Sign Bit, One's Complement, Two's Complement#
1: Why do we have sign bit, one's complement, and two's complement?#
In order to simplify numerical calculations in computers, we use two's complement.
The specific implementation will be discussed later, but first let's take a look at what sign bit, one's complement, and two's complement are.
2: Sign bit, one's complement, and two's complement for positive numbers#
Most online sources introduce sign bit, one's complement, and two's complement separately. However, I (the author) feel that this method is not convenient for understanding. So, I will use positive and negative numbers instead.
Let's represent numbers using 8 bits, as there are too many zeros if we use int, which is not convenient to read.
Positive numbers are simply the conversion of decimal numbers to binary.
The sign bit, one's complement, and two's complement for positive numbers are the same.
[+1] = [00000001] (sign bit) = [00000001] (one's complement) = [00000001] (two's complement)
3: Sign bit, one's complement, and two's complement for negative numbers#
Sign bit: The highest bit is 1, indicating that the number is negative.
One's complement: The sign bit remains the same, and the other bits are inverted.
Two's complement: One's complement + 1.
[-1] = [10000001] (sign bit) = [11111110] (one's complement) = [11111111] (two's complement)
4: The significance of sign bit, one's complement, and two's complement#
They all exist to make calculations in computers simpler and improve performance.
Knowledge: 1 - 1 = 1 + (-1), so machines only need addition.
If we only use sign bit for calculations, humans can easily calculate the values because they can distinguish the sign bit.
However, it is difficult for computers to recognize the sign bit.
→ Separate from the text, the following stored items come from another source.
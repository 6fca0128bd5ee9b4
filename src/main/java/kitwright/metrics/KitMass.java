package kitwright.metrics;

import java.util.LinkedHashMap;
import java.util.Map;
import java.util.Optional;
import kitwright.cutting.CutPlan;
import kitwright.cutting.SectionCutPlan;
import kitwright.cutting.Spare;
import kitwright.model.Bar;
import kitwright.model.Joint;
import kitwright.model.Kit;

/**
 * The one definition of the kit mass that every output gives (check, summary.json, plan.json, the report and
 * compare): every bar the kit holds at its cut length, the bars of bars.csv, their miscut allowance and the spares
 * cut beyond them, plus the joints. It is the mass the bundles carry plus the joint boxes' joints, so a crate list
 * and the kit mass agree.
 *
 * @param bars        bars of bars.csv (their quantities, surplus included)
 * @param spares      spare bars made beyond bars.csv and the allowance (service-life spares, or spares cut from
 *                    offcuts)
 * @param barsMassKg  mass of all those bars, the allowance included (length x mass per metre, EN 10219-2 formula),
 *                    null when a section's material is unknown
 * @param joints      joint pieces
 * @param jointsMassKg mass of the joints
 * @param allowance   miscut allowance pieces ({@link Kit#allowance}), cut beyond bars.csv and shipped with the kit
 */
public record KitMass(int bars, int spares, Double barsMassKg, int joints, double jointsMassKg, int allowance) {

    /** Bars and joints, or null when the bars' mass is unknown. */
    public Double totalKg() {
        return barsMassKg == null ? null : barsMassKg + jointsMassKg;
    }

    /**
     * The mass of a kit holding its miscut allowance and {@code spares} more bars per mark than bars.csv.
     *
     * @param spares spare bars per mark beyond bars.csv and the allowance; marks not named have none
     */
    public static KitMass of(Kit kit, Map<String, Integer> spares) {
        int bars = 0;
        int allowance = 0;
        int spareBars = 0;
        double mass = 0;
        boolean known = true;
        for (Bar bar : kit.bars()) {
            int extra = spares.getOrDefault(bar.mark(), 0);
            int allowed = kit.allowance(bar);
            bars += bar.quantity();
            allowance += allowed;
            spareBars += extra;
            Optional<Double> one = kit.barMassKg(bar);
            known &= one.isPresent();
            mass += one.orElse(0.0) * (bar.quantity() + allowed + extra);
        }
        int joints = kit.joints().stream().mapToInt(Joint::quantity).sum();
        double jointsMass = kit.joints().stream().mapToDouble(j -> j.massKg() * j.quantity()).sum();
        return new KitMass(bars, spareBars, known ? mass : null, joints, jointsMass, allowance);
    }

    /** The mass of the kit as a cutting plan makes it: bars.csv, the allowance and the spares the plan cuts. */
    public static KitMass of(Kit kit, CutPlan plan) {
        return of(kit, sparesCut(plan));
    }

    /** Spare bars a cutting plan cuts beyond the demand (quantity and allowance), per mark. */
    public static Map<String, Integer> sparesCut(CutPlan plan) {
        Map<String, Integer> spares = new LinkedHashMap<>();
        for (SectionCutPlan section : plan.sections()) {
            for (Spare spare : section.spares()) {
                spares.merge(spare.mark(), spare.count(), Integer::sum);
            }
        }
        return spares;
    }
}
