/**
 * A touring kit, leg by leg: kit.json's {@code tour} lists the structures in the order they are built, and each leg
 * (depot to the first venue, venue to venue, the last venue back to the depot) ships what its arriving structure
 * needs, nested, crated and loaded by the kit's own stages. Pure functions only: no files, no console.
 */
package kitwright.tour;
Is there a way to make calculations simpler for computers? That's where one's complement comes in.
Let's take a look at the calculation with one's complement.
1 - 1 = 1 + (-1)
= [0000 0001] (original) + [1000 0001] (original)
= [0000 0001] (one's complement) + [1111 1110] (one's complement)
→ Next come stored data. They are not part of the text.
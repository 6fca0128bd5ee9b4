package kitwright.ids;

import java.math.BigInteger;
import java.util.Comparator;

/**
 * Ids in number order: runs of digits compare by their value, other text by character, so BDL-2 comes before
 * BDL-10 and BDL-4.2 before BDL-4.10. Every printed list of ids is sorted by it; ids that compare equal (BDL-01,
 * BDL-1) keep their order, as the sorts are stable.
 */
public final class IdOrder {
    public static final Comparator<String> NUMBER_ORDER = IdOrder::compare;

    private IdOrder() {
    }

    public static int compare(String a, String b) {
        int i = 0;
        int j = 0;
        while (i < a.length() && j < b.length()) {
            char x = a.charAt(i);
            char y = b.charAt(j);
            if (Character.isDigit(x) && Character.isDigit(y)) {
                int ei = i;
                while (ei < a.length() && Character.isDigit(a.charAt(ei))) {
                    ei++;
                }
                int ej = j;
                while (ej < b.length() && Character.isDigit(b.charAt(ej))) {
                    ej++;
                }
                int c = new BigInteger(a.substring(i, ei)).compareTo(new BigInteger(b.substring(j, ej)));
                if (c != 0) {
                    return c;
                }
                i = ei;
                j = ej;
            } else {
                if (x != y) {
                    return Character.compare(x, y);
                }
                i++;
                j++;
            }
        }
        return Integer.compare(a.length() - i, b.length() - j);
    }
}
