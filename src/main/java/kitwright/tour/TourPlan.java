package kitwright.tour;

import java.util.List;
import kitwright.model.Status;

/**
 * The legs of a tour in order: n structures make n + 1 legs, depot to the first venue, each venue to the next, and
 * the last venue back to the depot.
 */
public record TourPlan(List<Leg> legs) {
    /** The name of the place a tour starts from and ends at. */
    public static final String DEPOT = "depot";

    public TourPlan {
        legs = List.copyOf(legs);
    }

    /** True when some leg has no plan. */
    public boolean anyInfeasible() {
        return legs.stream().anyMatch(l -> l.shipment().status() == Status.INFEASIBLE);
    }

    /** How many distinct shipments were planned (legs alike share one). */
    public long distinctShipments() {
        return legs.stream().filter(l -> l.sameAs() == l.number()).count();
    }
}
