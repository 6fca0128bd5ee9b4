package kitwright.metrics;

import java.util.List;

/**
 * Kit-level figures of one kit and its cutting plan. Lengths in millimetres, masses in kilograms, money in the
 * catalog's currency. A figure that cannot be known from the data (no prices, no materials) is null.
 *
 * @param marks            bar types in the kit
 * @param bars             bars in the kit (bars.csv quantities, surplus included)
 * @param members          members in all structures (structures.csv counts), null without structures.csv
 * @param reuseRatio       members / bars (src/docs/sources.md: 750 members on 300 bars is 2.5), null without
 *                         structures.csv: without structures there is no reuse to count
 * @param stockPieces      stock pieces cut, mill and rack
 * @param boughtPieces     mill pieces bought
 * @param stockLengthMm    length of all stock pieces cut, mill and rack
 * @param boughtLengthMm   length of the mill pieces bought
 * @param cost             price of the stock cut (mill and rack rows at their catalog price, an unpriced rack row
 *                         at 0), null when a mill row has no price
 * @param offcutPct        offcut length / stockLengthMm * 100 (offcut = remnant + scrap; kerf and trim not included)
 * @param scrapPct         scrap offcuts (shorter than minRemnant) / stockLengthMm * 100
 * @param remnantPct       remnant offcuts (back on the rack) / stockLengthMm * 100
 * @param kitMassKg        mass of the kit's bars, spares cut included, and joints ({@link KitMass}), null without
 *                         materials
 * @param boughtMassKg     mass of the mill stock bought, null without materials
 * @param usedStockMassKg  mass of all stock cut: the mill stock bought and the rack offcuts taken, null without
 *                         materials
 * @param co2eKg           embodied carbon of the mill stock bought, null without materials
 * @param carbon           embodied carbon per material, in the order materials first appear in the catalog
 */
public record KitMetrics(int marks, int bars, Integer members, Double reuseRatio, int stockPieces, int boughtPieces,
                         double stockLengthMm, double boughtLengthMm, Double cost, double offcutPct, double scrapPct,
                         double remnantPct, Double kitMassKg, Double boughtMassKg,
                         Double usedStockMassKg, Double co2eKg,
                         List<MaterialCarbon> carbon) {
    public KitMetrics {
        carbon = List.copyOf(carbon);
    }
}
= [1111 1111] (one's complement)
= [1000 0000] (original)
= -0
One's complement already simplifies calculations for computers. But why do we still have two's complement?
Because in one's complement, the encoding of 0 can be [1111 1111] (one's complement) = [-0] and [0000 0000] (one's complement) = [+0].
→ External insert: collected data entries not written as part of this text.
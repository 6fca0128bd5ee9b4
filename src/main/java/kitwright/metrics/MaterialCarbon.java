package kitwright.metrics;

/**
 * Embodied carbon of the stock bought in one material.
 *
 * @param boughtMassKg mass of the mill stock bought in this material
 * @param co2eKgPerKg  the material's factor from materials.csv
 * @param co2eKg       boughtMassKg * co2eKgPerKg
 * @param source       where the factor comes from (materials.csv {@code source})
 */
public record MaterialCarbon(String material, double boughtMassKg, double co2eKgPerKg, double co2eKg,
                             String source) {
}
Positive and negative 0 have no meaning, so two's complement is used to solve the problem of 0 having two encodings.
(Actually, in one's complement, it is not directly apparent which number it represents, so understanding is required. Two's complement is even more difficult to understand as it involves adding 1 to one's complement. I also tried to express it in a simpler way, and if you have any questions, please write them in the comments.)
In two's complement, it is defined that the encoding of 0 is [0000 0000] (two's complement) = [+0].
Here, let's not think about the binary representation of decimal numbers, but imagine them as "encodings".
First, with 8 bits of binary, there are only so many encodings from 0000 0000 to 1111 1111 (starting from 0000 0000 and adding 1).
Then, for positive numbers, the sign bit, one's complement, and two's complement are all the same. So let's remove 0000 0000 to 0111 1111.
What remains is 1000 0000 to 1111 1111, which are negative numbers (because the sign bit is 1).
Adding 1 to these encodings is as follows:
1000 0000
1000 0001
1000 0010
....
1111 1101
1111 1110
1111 1111
First, if these encodings are in the original form, the corresponding decimal numbers are:
-0
-1
-2
....
-125
-126
-127
Since one's complement makes calculations easier for computers, these encodings are the one's complement and the corresponding decimal numbers are:
-127
-126
-125
...
-2
-1
-0
But there is -0. How do we solve this -0? By subtracting 1 from each number, there will be no -0 anymore, and it becomes:
-128
-127
-126
...
-3
-2
-1
This perfectly solves the encoding problem of -0 and adds an additional -128. This is why the range of int in Java is $-2^{31}$ to $2^{31}-1$.
Now let's discuss how to transform one's complement into these numbers. The one's complement of -1 is 1111 1110, and now the encoding of -1 becomes 1111 1111 (this is the two's complement of -1).
In conclusion, two's complement = one's complement + 1.
That's how two's complement is derived. Using two's complement allows computers to perform calculations faster (one's complement can also be used, but there is still the problem of -0, so two's complement is used).